Shareholders entitled to notice of and to vote at the Meeting or at any adjournment(s) or postponement(s) thereof shall be determined as of the close of business on Friday, October 11, 2024, the record date fixed by the board of directors of the Company for such purpose.

 

Should any other matter requiring a vote of the shareholders arise, the proxies named above are authorized to vote in accordance with their best judgment in the interest of the Company. Any and all proxies given by the undersigned prior to this proxy are hereby revoked.

 

WHETHER OR NOT YOU EXPECT TO ATTEND THE MEETING, PLEASE COMPLETE, DATE, AND SIGN THIS FORM OF PROXY AND MAIL THE ENTIRE PROXY PROMPTLY, ALONG WITH PROOF OF IDENTITY IN ACCORDANCE WITH THE COMPANY’S PROXY STATEMENT, IN THE ENCLOSED ENVELOPE OR VOTE OVER THE TELEPHONE OR INTERNET AS INSTRUCTED IN THESE MATERIALS IN ORDER TO ASSURE REPRESENTATION OF THESE SHARES. NO POSTAGE NEED TO BE AFFIXED IF THE PROXY IS MAILED IN THE UNITED STATES.

 

(Continued and to be signed on the reverse side)

 

 

 

 

THE BOARD OF DIRECTORS OF THE COMPANY RECOMMENDS YOU VOTE “FOR” ALL THE PROPOSALS. PLEASE SIGN, DATE AND RETURN PROMPTLY IN THE ENCLOSED ENVELOPE OR VOTE OVER THE TELEPHONE OR INTERNET AS INSTRUCTED IN THESE MATERIALS.  PLEASE MARK YOUR VOTE IN BLUE OR BLACK INK AS SHOWN HERE .

 

Proposal 1a: To re-elect Peter Mertens as a Class III director, to hold office until the close of the Company’s annual general meeting of shareholders in 2027, and until his respective successor is duly elected and qualified, or until his office is vacated in accordance with our Articles of Association or the Companies Law;

 

 FOR  AGAINST  ABSTAIN

 

Proposal 1b: To re-elect Peter Kuo as a Class III director, to hold office until the close of the Company’s annual general meeting of shareholders in 2027, and until his respective successor is duly elected and qualified, or until his office is vacated in accordance with our Articles of Association or the Companies Law;

 

 FOR  AGAINST  ABSTAIN

 

Proposal 1c: To re-elect Adi Yarel Toledano as a Class III director, to hold office until the close of the Company’s annual general meeting of shareholders in 2027, and until her respective successor is duly elected and qualified, or until her office is vacated in accordance with our Articles of Association or the Companies Law;

 

 FOR  AGAINST  ABSTAIN

 

Proposal 2: To re-appoint Kesselman & Kesselman, a member of PricewaterhouseCoopers International Limited, as the Company’s independent registered public accounting firm for the year ending December 31, 2024 and until the next annual general meeting of shareholders, and to authorize the Company’s board of directors (with power of delegation to its audit committee) to set the fees to be paid to such auditors;

 

 FOR  AGAINST  ABSTAIN

 

In their discretion, the proxies are authorized to vote upon such other matters as may properly come before the Meeting or any adjournment or postponement thereof.

 

To change the address on your account, please check the box on the right and indicate your new address in the address space above.
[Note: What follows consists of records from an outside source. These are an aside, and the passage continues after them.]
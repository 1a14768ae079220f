import type { SampleSource } from '@/db/seed/samples/source'

/**
 * Duty cycle at nominal line: 12.45/(12.45 + 24·0.5) ≈ 0.51. Ripple in the magnetising inductance: 24 V·0.51/(82 µH·150
 * kHz) ≈ 1 A on 1.5 A·0.5/0.49 ≈ 1.5 A. Its sensed down-slope is 12.45 V/0.5/82 µH·0.15 Ω ≈ 46 kV/s; 30 kV/s is well
 * over the half that stability asks. The LED resistor may be at most 8.3 V/(4.7 V/4.7 kΩ) = 8.3 kΩ.
 */
export const beaconFlyback: SampleSource = {
  slug: 'beacon-flyback',
  title: 'Beacon supply, 24 V to isolated 12 V',
  summary:
    'Flyback, 1.5 A at 150 kHz, peak current mode with a shunt reference and an optocoupler: the optocoupler’s pole ' +
    'and the fast lane through its LED set what the network can do.',
  design: {
    schema: 1,
    name: 'Beacon supply',
    topology: 'flyback',
    switchingFrequency: 150e3,
    line: { minimum: 18, nominal: 24, maximum: 32 },
    output: { voltage: 12, currentMinimum: 0.15, currentMaximum: 1.5 },
    inductor: { inductance: 82e-6, resistance: 70e-3 },
    transformer: { turnsRatio: 0.5 },
    outputCapacitors: [
      { count: 2, capacitance: 270e-6, esr: 22e-3 },
      { count: 1, capacitance: 10e-6, esr: 4e-3 },
    ],
    switch: { onResistance: 55e-3 },
    rectifier: { kind: 'diode', onResistance: 28e-3, forwardVoltage: 0.45 },
    modulator: { kind: 'peak-current-mode', currentSenseResistance: 0.15, slopeCompensation: 30e3 },
    dutyLimit: 0.75,
    sense: { referenceVoltage: 2.5, upperResistance: 38.3e3 },
    amplifier: {
      kind: 'shunt-optocoupler',
      currentTransferRatio: 1,
      pullUpResistance: 4.7e3,
      ledResistance: 2.2e3,
      optocouplerPole: 12e3,
    },
  },
}
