import { liveRoutes } from "./events/routes.ts";
import { clusterRoutes } from "./features/clusters/routes.ts";
import { compareRoutes } from "./features/compare/routes.ts";
import { exportRoutes } from "./features/exports/routes.ts";
import { followUpRoutes } from "./features/follow-up/routes.ts";
import { groupRoutes } from "./features/groups/routes.ts";
import { importRoutes } from "./features/imports/routes.ts";
import { interviewRoutes } from "./features/interviews/routes.ts";
import { invitationRoutes } from "./features/investigations/invitations.ts";
import { memberRoutes } from "./features/investigations/members.ts";
import { investigationPlainRoutes, investigationRoutes } from "./features/investigations/routes.ts";
import { settingsRoutes } from "./features/investigations/settings-routes.ts";
import { teamRoutes } from "./features/investigations/teams.ts";
import { networkRoutes } from "./features/network/routes.ts";
import { peopleListRoutes } from "./features/people/list-routes.ts";
import { peopleRoutes } from "./features/people/routes.ts";
import { placeRoutes } from "./features/places/routes.ts";
import { safeguardRoutes } from "./features/safeguard/routes.ts";
import { sessionRoutes } from "./features/session/routes.ts";
import { testRoutes } from "./features/tests/routes.ts";
import type { AnyRoute, PlainRoute } from "./http/route.ts";
import type { Services } from "./services.ts";

/** Every route of an investigation; the one list that app, document and tests are made from. */
export const ROUTES: readonly AnyRoute[] = [
  ...investigationRoutes,
  ...settingsRoutes,
  ...memberRoutes,
  ...teamRoutes,
  ...invitationRoutes,
  ...peopleRoutes,
  ...peopleListRoutes,
  ...testRoutes,
  ...placeRoutes,
  ...interviewRoutes,
  ...followUpRoutes,
  ...importRoutes,
  ...exportRoutes,
  ...groupRoutes,
  ...clusterRoutes,
  ...networkRoutes,
  ...compareRoutes,
  ...safeguardRoutes,
];

/** Routes outside any investigation, and those that stream. */
export function plainRoutes(services: Services): PlainRoute[] {
  return [...sessionRoutes(services), ...investigationPlainRoutes(services), ...liveRoutes()];
}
Please note that changes to the registered name(s) on the account may not be submitted via this method.    

 

The undersigned acknowledges receipt of the Notice and Proxy Statement.

 

    Date: __________, ____
Signature of Shareholder    
     
    Date: __________, ____
Signature of Shareholder (Joint Owners)    

 

Note: Please sign exactly as your name or names appear on this Proxy. When shares are held jointly, the senior holder should sign. When signing as executor, administrator, attorney, trustee or guardian, please give full title as such. If the signer is a corporation, please sign full corporate name by duly authorized officer, giving full title as such. If signer is a partnership, please sign in partnership name by authorized person.